§ **Your assignment**:
What you return should be every line of the material, unchanged.

§ **Data extracts**:
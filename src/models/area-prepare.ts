/** The area model as the pipeline sees it (see src/models/prepared.ts). */
import type { Settings } from '../config/types.js';
import type { AreaData, FileFingerprint } from '../data/types.js';
import { areaQuantities } from './area.js';
import { areaEblup } from '../summaries/frequentist.js';
import { exactAreaPosterior } from '../summaries/exact.js';
import { areaModelChecks } from '../summaries/model-checks.js';
import type { PreparedFit, SiteInputs } from './prepared.js';

function covariatesWithoutIntercept(data: AreaData): Float64Array {
  const k = data.p - 1;
  const out = new Float64Array(data.m * k);
  for (let i = 0; i < data.m; i++) for (let j = 0; j < k; j++) out[i * k + j] = data.X[i * data.p + j + 1];
  return out;
}

export function areaSiteInputs(data: AreaData): SiteInputs {
  const directSe = new Float64Array(data.m);
  const n = new Float64Array(data.m);
  for (let i = 0; i < data.m; i++) {
    directSe[i] = data.hasData[i] ? Math.sqrt(data.variance[i]) : NaN;
    n[i] = data.hasData[i] ? data.sampleSize[i] : 0;
  }
  return {
    m: data.m,
    siteIds: data.siteIds,
    labels: data.labels,
    n,
    direct: data.direct,
    directSe,
    sampled: data.hasData,
    covariates: covariatesWithoutIntercept(data),
    covariateNames: data.coefficientNames.slice(1),
  };
}

/** Posterior mean over draws of γ_i = σ²/(σ² + ψ_i), the weight on site i's own data. */
export function areaWeights(data: AreaData, siteSdDraws: Float64Array): Float64Array {
  const weights = new Float64Array(data.m);
  for (let i = 0; i < data.m; i++) {
    if (!data.hasData[i]) continue;
    let sum = 0;
    for (let k = 0; k < siteSdDraws.length; k++) {
      const s2 = siteSdDraws[k] * siteSdDraws[k];
      sum += s2 / (s2 + data.variance[i]);
    }
    weights[i] = sum / siteSdDraws.length;
  }
  return weights;
}

/** Exact posterior means of every monitored quantity (β, σ_u, every θ_i) by quadrature. */
export function areaExactMeans(settings: Settings, data: AreaData): Map<string, number> {
  const exact = exactAreaPosterior(
    data,
    { coefficients: settings.model.priors.coefficients, site_sd: settings.model.priors.site_sd },
    [], // means only
  );
  const means = new Map<string, number>();
  data.coefficientNames.forEach((name, j) => means.set(`coef:${name}`, exact.coefficients[j].mean));
  means.set('site_sd', exact.siteSd.mean);
  data.siteIds.forEach((id, i) => means.set(`site:${id}`, exact.sites[i].mean));
  return means;
}

export function prepareArea(settings: Settings, data: AreaData, files: FileFingerprint[]): PreparedFit {
  return {
    kind: 'area',
    spec: {
      kind: 'area',
      data,
      coefficients: settings.model.priors.coefficients,
      siteSd: settings.model.priors.site_sd,
      method: settings.sampling.method,
    },
    quantities: areaQuantities(data),
    coefficientNames: data.coefficientNames,
    sites: areaSiteInputs(data),
    files,
    varianceNote: data.varianceNote,
    weightDirect: (pooled) => areaWeights(data, pooled('site_sd')),
    frequentist: () => areaEblup(data, 'REML'),
    exactMeans: () => areaExactMeans(settings, data),
    modelChecks: (pooled, estimates, rng) =>
      areaModelChecks(
        data,
        (i) => pooled(`site:${data.siteIds[i]}`),
        data.coefficientNames.map((name) => pooled(`coef:${name}`)),
        pooled('site_sd'),
        estimates,
        rng,
      ),
  };
}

§ **Solution to this exercise**:
filename src/models/area-prepare.ts
/** The area model as the pipeline sees it (see src/models/prepared.ts). */
import type { Settings } from '../config/types.js';
import type { AreaData, FileFingerprint } from '../data/types.js';
import { areaQuantities } from './area.js';
import { areaEblup } from '../summaries/frequentist.js';
import { exactAreaPosterior } from '../summaries/exact.js';
import { areaModelChecks } from '../summaries/model-checks.js';
import type { PreparedFit, SiteInputs } from './prepared.js';

function covariatesWithoutIntercept(data: AreaData): Float64Array {
  const k = data.p - 1;
  const out = new Float64Array(data.m * k);
  for (let i = 0; i < data.m; i++) for (let j = 0; j < k; j++) out[i * k + j] = data.X[i * data.p + j + 1];
  return out;
}

export function areaSiteInputs(data: AreaData): SiteInputs {
  const directSe = new Float64Array(data.m);
  const n = new Float64Array(data.m);
  for (let i = 0; i < data.m; i++) {
    directSe[i] = data.hasData[i] ? Math.sqrt(data.variance[i]) : NaN;
    n[i] = data.hasData[i] ? data.sampleSize[i] : 0;
  }
  return {
    m: data.m,
    siteIds: data.siteIds,
    labels: data.labels,
    n,
    direct: data.direct,
    directSe,
    sampled: data.hasData,
    covariates: covariatesWithoutIntercept(data),
    covariateNames: data.coefficientNames.slice(1),
  };
}

/** Posterior mean over draws of γ_i = σ²/(σ² + ψ_i), the weight on site i's own data. */
export function areaWeights(data: AreaData, siteSdDraws: Float64Array): Float64Array {
  const weights = new Float64Array(data.m);
  for (let i = 0; i < data.m; i++) {
    if (!data.hasData[i]) continue;
    let sum = 0;
    for (let k = 0; k < siteSdDraws.length; k++) {
      const s2 = siteSdDraws[k] * siteSdDraws[k];
      sum += s2 / (s2 + data.variance[i]);
    }
    weights[i] = sum / siteSdDraws.length;
  }
  return weights;
}

/** Exact posterior means of every monitored quantity (β, σ_u, every θ_i) by quadrature. */
export function areaExactMeans(settings: Settings, data: AreaData): Map<string, number> {
  const exact = exactAreaPosterior(
    data,
    { coefficients: settings.model.priors.coefficients, site_sd: settings.model.priors.site_sd },
    [], // means only
  );
  const means = new Map<string, number>();
  data.coefficientNames.forEach((name, j) => means.set(`coef:${name}`, exact.coefficients[j].mean));
  means.set('site_sd', exact.siteSd.mean);
  data.siteIds.forEach((id, i) => means.set(`site:${id}`, exact.sites[i].mean));
  return means;
}

export function prepareArea(settings: Settings, data: AreaData, files: FileFingerprint[]): PreparedFit {
  return {
    kind: 'area',
    spec: {
      kind: 'area',
      data,
      coefficients: settings.model.priors.coefficients,
      siteSd: settings.model.priors.site_sd,
      method: settings.sampling.method,
    },
    quantities: areaQuantities(data),
    coefficientNames: data.coefficientNames,
    sites: areaSiteInputs(data),
    files,
    varianceNote: data.varianceNote,
    weightDirect: (pooled) => areaWeights(data, pooled('site_sd')),
    frequentist: () => areaEblup(data, 'REML'),
    exactMeans: () => areaExactMeans(settings, data),
    modelChecks: (pooled, estimates, rng) =>
      areaModelChecks(
        data,
        (i) => pooled(`site:${data.siteIds[i]}`),
        data.coefficientNames.map((name) => pooled(`coef:${name}`)),
        pooled('site_sd'),
        estimates,
        rng,
      ),
  };
}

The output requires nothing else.